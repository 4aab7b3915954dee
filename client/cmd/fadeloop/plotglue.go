package main

import (
	"fmt"
	"github.com/fadeloop/fadeloop/loop/tune"
	"math"
	"os"
	"path/filepath"
	"slices"
	"strings"
	"time"

	"github.com/fadeloop/fadeloop/client/plots"
	"github.com/fadeloop/fadeloop/client/render"
	htmlreport "github.com/fadeloop/fadeloop/client/report"
	pb "github.com/fadeloop/fadeloop/proto/fadeloop/v1"
)

// plotSpec is one --plot: a kind and a file.
type plotSpec struct {
	kind string
	file string
}

// plotList is the repeatable --plot [KIND=]FILE flag.
type plotList []plotSpec

func (p *plotList) String() string {
	var s []string
	for _, x := range *p {
		s = append(s, x.kind+"="+x.file)
	}
	return strings.Join(s, ",")
}

func (p *plotList) Set(v string) error {
	kind, file, ok := strings.Cut(v, "=")
	if !ok {
		kind, file = "", v
	}
	if _, err := plots.FormatOf(file); err != nil {
		return err
	}
	*p = append(*p, plotSpec{kind: kind, file: file})
	return nil
}

// check fills the default kind and rejects kinds the command cannot draw.
func (p plotList) check(def string, allowed ...string) error {
	for i := range p {
		if p[i].kind == "" {
			p[i].kind = def
		}
		if !slices.Contains(allowed, p[i].kind) {
			// "default" stands for a kind the command picks later (run:
			// traces or map); it is not one to type.
			named := slices.DeleteFunc(slices.Clone(allowed), func(k string) bool { return k == "default" })
			return badInputf("--plot %s=%s: unknown plot kind %q for this command (kinds: %s)",
				p[i].kind, p[i].file, p[i].kind, strings.Join(named, ", "))
		}
	}
	return nil
}

func (p plotList) needs(kinds ...string) bool {
	for _, x := range p {
		if slices.Contains(kinds, x.kind) {
			return true
		}
	}
	return false
}

func (p plotList) onlyTraces() bool {
	for _, x := range p {
		if x.kind != "traces" {
			return false
		}
	}
	return true
}

// plotRun draws one plot of a run report.
func plotRun(ps plotSpec, rep *pb.RunReport, users []int32) error {
	title := rep.GetNormalisedScenario().GetName()
	if title == "" {
		title = "fadeloop run"
	}
	var (
		fig *plots.Figure
		err error
	)
	switch ps.kind {
	case "traces":
		fig, err = plots.Traces("Traces — "+title, render.RunTraces(rep, users))
	case "cdf":
		fig, err = plots.SIRErrorCDF("SIR error distribution per distance bin — "+title, render.RunBinErrors(rep))
	case "map", "map-power":
		fig, err = layoutMap(title, ps.kind, rep)
	case "distance":
		minP, maxP := math.NaN(), math.NaN()
		if il := rep.GetNormalisedScenario().GetInnerLoop(); il != nil {
			minP, maxP = il.GetMinPowerDbm(), il.GetMaxPowerDbm()
		}
		fig, err = plots.PowerVsDistance("Tx power against distance — "+title, render.RunDistancePoints(rep), minP, maxP, "5th–95th percentile")
	default:
		return fmt.Errorf("unknown plot kind %q", ps.kind)
	}
	if err != nil {
		return err
	}
	return fig.Save(ps.file)
}

// sweepObjective is the quantity a sweep heat map shows: a figure (its
// label and scale from client/render), lower is better; abs shows its
// magnitude.
type sweepObjective struct {
	key   string
	lower bool
	abs   bool
}

var sweepObjectives = map[string]sweepObjective{
	"std":    {"sir_error_std_db", true, false},
	"outage": {"outage_probability", true, false},
	"power":  {"tx_power_mean_dbm", true, false},
	"bler":   {"bler_target_error", true, true},
}

// label is the heat map's title of the objective: the figure's label,
// "|…|" around its name for a magnitude.
func (o sweepObjective) label() string {
	l := render.MustFigure(o.key).Label
	if o.abs {
		if i := strings.LastIndex(l, " ("); i > 0 {
			return "|" + l[:i] + "|" + l[i:]
		}
	}
	return l
}

const (
	stepPath = tune.StepPath
	ratePath = tune.RatePath
)

func axisLabel(a *pb.SweepAxis, v float64) string { return render.AxisValueLabel(a.GetPath(), v) }

// checkSweepPlot rejects, before any work, a plot the axes cannot give
// (layout: the base scenario is multi-cell).
func checkSweepPlot(ps plotSpec, axes []*pb.SweepAxis, layout bool) error {
	kind := ps.kind
	if kind == "auto" {
		kind = render.AutoSweepPlot(axes, layout)
		if kind == "" {
			return badInputf("--plot %s: no automatic plot for a multi-cell sweep over %d axes; use --plot layout=FILE with one or two axes", ps.file, len(axes))
		}
	}
	paths := map[string]int{}
	for _, a := range axes {
		paths[a.GetPath()]++
	}
	switch kind {
	case "layout":
		if len(axes) < 1 || len(axes) > 2 {
			return badInputf("--plot layout=%s needs one or two axes (x, then one line per value of the second)", ps.file)
		}
	case "steps":
		if paths[stepPath] != 1 || len(axes) > 2 {
			return badInputf("--plot steps=%s needs the axis %s and at most one other axis (one line per value)", ps.file, stepPath)
		}
	case "heatmap":
		if paths[stepPath] != 1 || paths[ratePath] != 1 || len(axes) != 2 {
			return badInputf("--plot heatmap=%s needs exactly the axes %s and %s", ps.file, stepPath, ratePath)
		}
	}
	return nil
}

// plotSweep draws one plot of a finished sweep (points sorted by index).
func plotSweep(ps plotSpec, title string, axes []*pb.SweepAxis, pts []*pb.SweepPoint, objective string) error {
	kind := ps.kind
	if kind == "auto" {
		kind = render.AutoSweepPlot(axes, len(pts) > 0 && pts[0].GetReport().GetLayout() != nil)
	}
	var (
		fig *plots.Figure
		err error
	)
	switch kind {
	case "layout":
		fig, err = layoutSweepFigure(title, axes, pts)
	case "cdf":
		ds := render.SweepErrorDistributions(axes, pts)
		if len(ds) > 8 {
			return badInputf("a cdf plot shows at most 8 candidates; this sweep has %d points (use --points or fewer values)", len(ds))
		}
		fig, err = plots.SIRErrorCDF("SIR error distribution per candidate — "+title, ds)
	case "steps":
		ls, ok := render.SweepStepLines(axes, pts)
		if !ok {
			return badInputf("a steps plot needs the axis %s and at most one other axis (one line per value)", stepPath)
		}
		fig, err = plots.StepSensitivity("Outage and SIR error std against step size — "+title, ls)
	case "heatmap":
		obj, ok := sweepObjectives[objective]
		if !ok {
			return badInputf("--objective %q: must be one of std, outage, power, bler", objective)
		}
		g, ok := render.SweepHeatGrid(axes, pts, obj.key, obj.abs)
		if !ok {
			return badInputf("a heatmap plot needs exactly the axes %s and %s", stepPath, ratePath)
		}
		g.Objective, g.LowerIsBetter = obj.label(), obj.lower
		fig, err = plots.HeatMap(obj.label()+" over step × update rate — "+title, g)
	default:
		return badInputf("unknown plot kind %q", kind)
	}
	if err != nil {
		return err
	}
	fig.NoIntervalsBecause(render.SweepNoIntervalReason(pts))
	return fig.Save(ps.file)
}

// checkReportPath rejects, before any work, a --report FILE that is not
// an .html file.
func checkReportPath(path string) error {
	if path == "" {
		return nil
	}
	if !strings.EqualFold(filepath.Ext(path), ".html") && !strings.EqualFold(filepath.Ext(path), ".htm") {
		return badInputf("--report %s: the report is an HTML page; name it FILE.html", path)
	}
	return nil
}

// writeResultReport writes the HTML report of a result (client/report) to
// path (see writeReportFile) and says so unless --quiet.
func writeResultReport(e *env, path string, in htmlreport.Input) error {
	if path == "" {
		return nil
	}
	if err := writeReportFile(path, in); err != nil {
		return err
	}
	if !e.g.quiet {
		fmt.Fprintf(e.stderr, "wrote report to %s\n", path)
	}
	return nil
}

// writeReportFile writes the HTML report into a temporary file beside path,
// renamed into place when complete, so a failed write never leaves half a
// page. It is the one writer of --report for every command.
func writeReportFile(path string, in htmlreport.Input) error {
	in.Created = time.Now()
	tmp, err := os.CreateTemp(filepath.Dir(path), ".fadeloop-report-*.html")
	if err != nil {
		return fmt.Errorf("--report %s: %w", path, err)
	}
	defer os.Remove(tmp.Name())
	if err := htmlreport.Write(tmp, in); err != nil {
		tmp.Close()
		return fmt.Errorf("--report %s: %w", path, err)
	}
	if err := tmp.Close(); err != nil {
		return fmt.Errorf("--report %s: %w", path, err)
	}
	if err := os.Chmod(tmp.Name(), 0o644); err != nil {
		return fmt.Errorf("--report %s: %w", path, err)
	}
	if err := os.Rename(tmp.Name(), path); err != nil {
		return fmt.Errorf("--report %s: %w", path, err)
	}
	return nil
}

◆ ◆ ◆ ◆

**WHAT YOU WILL DO:** Copy out each line of the entries above that holds "true".

**RESPONSE TO THIS EXERCISE:**
			return true
	return true
	"std":    {"sir_error_std_db", true, false},
	"outage": {"outage_probability", true, false},
	"power":  {"tx_power_mean_dbm", true, false},
	"bler":   {"bler_target_error", true, true},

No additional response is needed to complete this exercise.